A nondeterministic finite state automaton (NFA) is a variant of a FSA which can be modelled as being in more than one state simultaneously. Thinking of the current states of machines as brances of a tree, only one leaf node needs to accept at some point for the NFA to accept the input.

Question 12

How do you define an NFA?

Answer 12

You define NFAs as a tuple of 5 items such that M = (A,
S, F, s0, T).

A = alphabet
S = set of states
F = transition function, which takes an input letter (which can now also be empty) and current state and returns (and goes to) another state in the power set of S, P(S), which is the set of all subsets of S (since some may become cut off)
s0 = start state; s0 ∈ S
T = set of accept states, aka terminals. T is a subset of all states: T ⊆ S.

Question 13

What is the language defined by an NFA?

Answer 13

The language will consist of all the words that the NFA accepts.

Question 14

Prove that if a language is accepted by an NFA if and only if it is accepted by a DFA.

Answer 14

Let N = (A, S, F, s0, T) be an NFA. We construct a DFA M that accepts L(N). We let M = (A,P(S), F’, S0, T’), where:

• The transition function F’ : A x P(S) → P(S) is given by:
F’(a, X) = {y ∈ S : ∃ x ∈ X with a path labelled ϵ ^ i a ϵ ^ j = a from x to y in N, for some i, j ≥ 0}.

• The start state is S0 = {s0} ∪ {s : there exists a path labelled only with ϵs from s0 to s}.
• The new set of accept states is T’ = {Y ⊆ S : Y ∩ T ≠ ∅}, which is all sets of states containing at least one accept state of N.

To finish the proof, we need to show that L(M) = L(N). To do this, we first show that L(N) ⊆ L(M) and then that L(M) ⊆ L(N). To see that L(N) ⊆ L(M), let w = a1 a2 … an ∈ L(N). Then there is a path in N: S0 → a1 S1→ a2 S2 → ··· → an Sn ∈ T’.

Let S1 = F’(a1, S0), S2 = F’(a2, S1), …, Sn = F’(an, Sn-1). Then s1 ∈ S1, s2 ∈ S2, …, sn ∈ Sn ∈ T’. So there is a path in M: S0 → a1 S1 → a2 S2 → ··· → an Sn ∈ T’. So w ∈ L(M). Therefore L(N) ⊆ L(M).

We finish the proof by showing that L(M) ⊆ L(N). Let w = a1 a2 … an ∈ L(M). Then there is a path in N:
S0 → a1 S1 → a2 S2 → ··· → an Sn ∈ T’.

By definition of T’, there exists some sn ∈ Sn ∩ T. Hence there exists some sn-1 ∈ Sn-1 such that sn-1 → an Sn is a transition in N.

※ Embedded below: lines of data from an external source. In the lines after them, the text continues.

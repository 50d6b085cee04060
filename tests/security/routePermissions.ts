import type { Permission } from '../../src/lib/domain/permissions';

/** `public`: anybody; `key`: a stream's API key; else the permission that its use case asks for. */
export type Guard = Permission | 'public' | 'key' | 'signedIn';

/**
 * What guards each load, action and handler, as `file › entry`. A new one that is not listed here
 * fails the test: decide who may, then write it down.
 */
export const ROUTE_GUARDS: Record<string, Guard> = {
	'/+layout.server.ts › load': 'public',
	'/+page.server.ts › load': 'public',
	'/healthz/+server.ts › GET': 'public',
	'/auth/confirm/+page.server.ts › load': 'public',
	'/auth/demo/+page.server.ts › load': 'public',
	'/auth/demo/+page.server.ts › action default': 'public',
	'/auth/sent/+page.server.ts › load': 'public',
	'/auth/sign-in/+page.server.ts › load': 'public',
	'/auth/sign-in/+page.server.ts › action default': 'public',
	'/auth/sign-out/+page.server.ts › load': 'public',
	'/auth/sign-out/+page.server.ts › action default': 'public',

	'/api/v1/alerts/+server.ts › POST': 'key',
	'/api/v1/board/+server.ts › GET': 'viewBoard',
	'/api/v1/slots/+server.ts › GET': 'viewSlots',
	'/api/v1/slots/+server.ts › POST': 'claimSlot',
	'/api/v1/slots/[id=uuid]/on-sky/+server.ts › POST': 'claimSlot',
	'/api/v1/slots/[id=uuid]/release/+server.ts › POST': 'releaseSlot',
	'/api/v1/slots/[id=uuid]/report/+server.ts › POST': 'reportSlot',
	'/api/v1/transients/[designation=designation]/decision/+server.ts › POST': 'decideTransient',
	'/api/v1/transients/[designation=designation]/take/+server.ts › POST': 'takeTransient'
};
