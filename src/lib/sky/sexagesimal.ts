import { normaliseDeg, type Equatorial } from './angle';

/** Right ascension as hours, minutes, seconds and declination as degrees, minutes, seconds of arc. */
export type Sexagesimal = { ra: string; dec: string };

/**
 * Position in sexagesimal form, `05 33 12.4` and `-08 12 03`, rounded once so that no field shows 60.
 * `arcsecDigits` decimals of declination seconds (0 to 4); right ascension gets one more, as a second
 * of time is 15 seconds of arc. ICRS, degrees in.
 */
export function sexagesimal({ raDeg, decDeg }: Equatorial, arcsecDigits = 0): Sexagesimal {
	const raScale = 10 ** (arcsecDigits + 1);
	const dayUnits = 86_400 * raScale;
	const raUnits = Math.round((normaliseDeg(raDeg) / 15) * 3600 * raScale) % dayUnits;
	const decUnits = Math.round(Math.abs(decDeg) * 3600 * 10 ** arcsecDigits);
	const sign = decDeg < 0 && decUnits > 0 ? '-' : '+';
	return {
		ra: fields(raUnits, arcsecDigits + 1),
		dec: sign + fields(decUnits, arcsecDigits)
	};
}

/** Three fields from a whole number of seconds × 10^digits. */
function fields(units: number, digits: number): string {
	const scale = 10 ** digits;
	const whole = Math.floor(units / scale);
	const fraction = units - whole * scale;
	const two = (value: number) => String(value).padStart(2, '0');
	const seconds =
		two(whole % 60) + (digits > 0 ? `.${String(fraction).padStart(digits, '0')}` : '');
	return `${two(Math.floor(whole / 3600))} ${two(Math.floor(whole / 60) % 60)} ${seconds}`;
}
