import { describe, expect, it } from 'vitest';
import { reasonNeeded } from './decisionNeeds';

const ada = { id: '1', name: 'Ada Lund', initials: 'AL' };
const bo = { id: '2', name: 'Bo Reyes', initials: 'BR' };
const at = '2026-12-01T03:46:17Z';

describe('reasonNeeded', () => {
	it('is not needed for the first decision of the one who took it', () => {
		expect(reasonNeeded({ taken: { by: ada, at }, decision: null }, 'chase', ada)).toBeNull();
	});
	it('is needed to decide what another took', () => {
		expect(reasonNeeded({ taken: { by: bo, at }, decision: null }, 'chase', ada)).toContain(
			'Bo Reyes'
		);
	});
	it('is needed to change a decision, also one of one’s own', () => {
		const decision = { decision: 'chase' as const, by: ada, at, reason: '' };
		expect(reasonNeeded({ taken: { by: ada, at }, decision }, 'drop', ada)).toContain(
			'You decided'
		);
	});
	it('is not needed to say the same again', () => {
		const decision = { decision: 'chase' as const, by: bo, at, reason: '' };
		expect(reasonNeeded({ taken: { by: bo, at }, decision }, 'chase', ada)).toBeNull();
	});
});
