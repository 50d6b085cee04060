/**
 * Rotation between ICRS and galactic coordinates (The Hipparcos and Tycho Catalogues, ESA SP-1200, 1997,
 * volume 1, section 1.5.3, equation 1.5.11; the matrix as printed there, from memory).
 */
import type { Vector } from './vector';

/** Rows: the ICRS axes of galactic x (to the centre of the Galaxy), y and z (to its north pole). */
const GALACTIC_AXES: readonly [Vector, Vector, Vector] = [
	{ x: -0.0548755604, y: -0.8734370902, z: -0.4838350155 },
	{ x: 0.4941094279, y: -0.44482963, z: 0.7469822445 },
	{ x: -0.867666149, y: -0.1980763734, z: 0.4559837762 }
];

/** A galactic direction of an ICRS one; longitude and latitude as `raDeg` and `decDeg` of the result. 0.1 mas. */
export function toGalactic({ x, y, z }: Vector): Vector {
	const [a, b, c] = GALACTIC_AXES;
	return {
		x: a.x * x + a.y * y + a.z * z,
		y: b.x * x + b.y * y + b.z * z,
		z: c.x * x + c.y * y + c.z * z
	};
}

/** An ICRS direction of a galactic one; the inverse of `toGalactic`. */
export function fromGalactic({ x, y, z }: Vector): Vector {
	const [a, b, c] = GALACTIC_AXES;
	return {
		x: a.x * x + b.x * y + c.x * z,
		y: a.y * x + b.y * y + c.y * z,
		z: a.z * x + b.z * y + c.z * z
	};
}
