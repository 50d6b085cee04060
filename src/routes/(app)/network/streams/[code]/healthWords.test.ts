import { expect, it } from 'vitest';
import { lagText, shortDay } from './healthWords';

it('a lag has the unit that suits it', () => {
	expect([0.4, 12.3, 99.4, 99.6, 300, 7560, 200_000, -3].map(lagText)).toEqual([
		'0.4 s',
		'12 s',
		'99 s',
		'1.7 min',
		'5 min',
		'2.1 h',
		'2.3 d',
		'−3 s'
	]);
});

it('a day is short', () => {
	expect(shortDay('2026-12-01')).toBe('1');
});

Continuing in this fashion, we eventually conclude that s0 ∈ S0 = {s0} and there exists a transition s0 → a1 s1 in
N.

Therefore we can conclude that in N there is the path:
s0 → a1 si1 → ··· → an sin ∈ T and so w ∈ L(N).

Question 15

How do you convert an NFA into a DFA?

Answer 15

To make a DFA M from an NFA N = (A, S, F, s0, T). The alphabet of M is A.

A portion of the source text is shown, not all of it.